Abstract
Introduction
Hepatitis C disease burden is substantially increasing in Egyptian community, it is estimated that prevalence of Hepatitis C virus (HCV) in Egyptian community reach 22% of total population. Recently there is a global alert of HCV cardiovascular complications.
Objective
To evaluate LV diastolic functions of HCV patients using tissue Doppler Imaging and NTPBNP.
Methods
30 HCV patients of 30 years, sex & BMI matched controls were evaluated by PCR, ECG, Echocardiography “conventional Doppler, pulsed wave tissue Doppler (PW-TD), strain rate imaging” & NTPBNP to assess LV diastolic functions. Mean age was 32.8 years ± 5.1 in HCV group, 29.8 years ± 6.6 in control group. Cardiovascular anomalies and predisposing factors were excluded.
Results
HCV group has shown significant increase in QTc interval, significant statistical increase in A wave, deceleration time; (p < 0.05), highly significant decrease in tissue Doppler Ea (p < 0.001), highly significant decrease in Aa (p < 0.001), highly significant increased E/Ea ratio (p value < 0.001), significant decrease in Ea/Aa ratio and significant increase in SRa (p < 0.05).
NTPBNP levels showed highly significant increase with mean value 222 pg/ml ± 283 in HCV group and 32.7 pg/ml ± 21.2 in control group (p value < 0.001). The best cut-off value of NTPBNP to detect diastolic dysfunction in HCV group was 213 pg/ml.
No statistical differences in SRe/SRa and E/SRe ratios were observed, however they had significant correlation with NTPBNP level and tissue Doppler parameters. The best cut-off value of E/SRe ratio to detect diastolic dysfunction in HCV group was 0.91, with 75% sensitivity and 100% specificity.
Conclusion and recommendation
This data show the first direct evidence that HCV infection causes diastolic dysfunction without any other predisposing factors, probably due to chronic inflammatory reaction with mild fibrosis in the heart. Previous studies did not follow strict inclusion and exclusion criteria that confirm the independent role of HCV to cause diastolic dysfunction. Tissue Doppler was more sensitive to diagnose diastolic dysfunction than conventional Doppler.

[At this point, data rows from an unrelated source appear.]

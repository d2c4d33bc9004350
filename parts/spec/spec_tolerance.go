package spec

import "fmt"

// ToleranceSpec is the [tolerance] table: how much the wire, the winding
// and the cutting of a batch spread, and how many kits to simulate. Each
// "±" figure is a limit read as three standard deviations of a normal
// spread (common practice, no published source: a capable process keeps
// its output within ±3σ of its limits). Keys left out take the defaults
// below; the yield scatter and the wire tolerance depend on the wire.
type ToleranceSpec struct {
	Enabled *bool  `toml:"enabled"` // run the analysis; default true for a batch (quantity > 1)
	Samples int    `toml:"samples"` // kits to simulate, default DefaultToleranceSamples
	Seed    *int64 `toml:"seed"`    // random seed, default 1

	YieldCV         *float64 `toml:"yield_cv"`                 // wire yield scatter (σ/mean); default from the material
	WireDiameterMM  *float64 `toml:"wire_diameter_tol_mm"`     // ± on the bare wire; default from the wire standard
	TurnDiameterMM  float64  `toml:"turn_diameter_tol_mm"`     // ± winding error in each turn's diameter
	TurnSpacingMM   float64  `toml:"turn_spacing_tol_mm"`      // ± winding error in each turn's axial advance
	FirstTurnMM     float64  `toml:"first_turn_height_tol_mm"` // ± on the wire's height at the feed
	StripWidthMM    float64  `toml:"strip_width_tol_mm"`       // ± on the matching strip's width as cut
	StripHeightMM   float64  `toml:"strip_height_tol_mm"`      // ± on the strip's height above the reflector
	KerfMM          float64  `toml:"kerf_tol_mm"`              // ± variation of the cutting kerf
	InspectionShare float64  `toml:"inspection_share"`         // share of inspected kits that must meet the target, default 0.95
}

// Tolerance defaults. The winding, height and strip figures are common
// practice (no published source): a printed former's groove holds the wire
// to about ±0.2 mm; a first turn set by hand against a gauge and a strip
// soldered under the wire sit within a few tenths; shim cut with snips or a
// blade holds about ±0.1 mm, and a cutting tool's kerf drifts by about
// ±0.05 mm with wear and focus.
const (
	DefaultToleranceSamples  = 100
	MaxToleranceSamples      = 5000
	DefaultToleranceSeed     = 1
	DefaultTurnDiameterTolMM = 0.2
	DefaultTurnSpacingTolMM  = 0.2
	DefaultFirstTurnTolMM    = 0.2
	DefaultStripWidthTolMM   = 0.1
	DefaultStripHeightTolMM  = 0.1
	DefaultKerfTolMM         = 0.05
	DefaultInspectionShare   = 0.95
)

// Bare round copper wire diameter tolerance. From memory: ASTM B3 allows
// ±1 % of the diameter for wire of 0.254 mm (0.0100 in) and over, and
// ±0.0025 mm (0.0001 in) below; IEC 60317-0-1 grades are of the same size.
const (
	wireTolFraction = 0.01
	wireTolSmallMM  = 0.0025
	wireTolBreakMM  = 0.254
)

// DefaultWireDiameterTolMM returns the ± tolerance in mm of a bare wire of
// diameter d mm under the wire standard.
func DefaultWireDiameterTolMM(d float64) float64 {
	if d < wireTolBreakMM {
		return wireTolSmallMM
	}
	return wireTolFraction * d
}

// On reports whether the analysis runs (filled by validation: by default
// for a batch, quantity > 1).
func (t *ToleranceSpec) On() bool { return t.Enabled != nil && *t.Enabled }

// SeedValue returns the random seed.
func (t *ToleranceSpec) SeedValue() uint64 {
	if t.Seed == nil {
		return DefaultToleranceSeed
	}
	return uint64(*t.Seed)
}

// WireTolMM returns the ± bare-wire tolerance in mm for a wire of
// diameter d mm: the spec's or the standard's.
func (t *ToleranceSpec) WireTolMM(d float64) float64 {
	if t.WireDiameterMM != nil {
		return *t.WireDiameterMM
	}
	return DefaultWireDiameterTolMM(d)
}

func (t *ToleranceSpec) validate(c *checker, s *Spec) {
	if t.Enabled == nil {
		// A batch asks how many of its kits will meet the band; for one
		// kit the analysis (a few seconds) runs on request.
		on := s.Quantity > 1
		t.Enabled = &on
	}
	if !c.has("tolerance.samples") && t.Samples == 0 {
		t.Samples = DefaultToleranceSamples
	}
	if t.Samples < 1 || t.Samples > MaxToleranceSamples {
		c.fail("tolerance.samples", fmt.Sprint(t.Samples), fmt.Sprintf("must be between 1 and %d", MaxToleranceSamples), "simulate a few hundred kits, e.g. samples = 200")
	}
	if t.YieldCV != nil {
		c.within("tolerance.yield_cv", *t.YieldCV, 0, 0.5, "(standard deviation over mean)")
	}
	if t.WireDiameterMM != nil {
		c.within("tolerance.wire_diameter_tol_mm", *t.WireDiameterMM, 0, 0.5, "mm")
	}
	for _, k := range []struct {
		key string
		v   *float64
		def float64
	}{
		{"tolerance.turn_diameter_tol_mm", &t.TurnDiameterMM, DefaultTurnDiameterTolMM},
		{"tolerance.turn_spacing_tol_mm", &t.TurnSpacingMM, DefaultTurnSpacingTolMM},
		{"tolerance.first_turn_height_tol_mm", &t.FirstTurnMM, DefaultFirstTurnTolMM},
		{"tolerance.strip_width_tol_mm", &t.StripWidthMM, DefaultStripWidthTolMM},
		{"tolerance.strip_height_tol_mm", &t.StripHeightMM, DefaultStripHeightTolMM},
		{"tolerance.kerf_tol_mm", &t.KerfMM, DefaultKerfTolMM},
	} {
		c.orDefault(k.key, k.v, k.def)
		c.within(k.key, *k.v, 0, 2, "mm")
	}
	c.orDefault("tolerance.inspection_share", &t.InspectionShare, DefaultInspectionShare)
	c.within("tolerance.inspection_share", t.InspectionShare, 0.5, 0.999, "(share of kits)")
}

Keywords: Hepatitis C virus, Cardiomyopathy, Diastolic dysfunction, Tissue Doppler imaging, Strain rate imaging, NTproBNP
1. Introduction
Hepatitis C virus (HCV) is the cause of many different forms of heart diseases worldwide. Up till now, few cardiologists are aware of (HCV) as an etiology of heart disease and its treatment. HCV infection is seen globally, and is often undetected and therefore untreated. The burden of HCV-derived heart diseases is global, with higher prevalence in Asia, Africa, and low- and middle-income countries. Egypt has the highest prevalence of HCV in the world, apparently due to previous mass parenteral anti-schistosomal therapy (Deffic-Burban et al., 2006). HCV derived heart diseases are chronic, persistent, and devastating diseases (Matsumori et al., 2006).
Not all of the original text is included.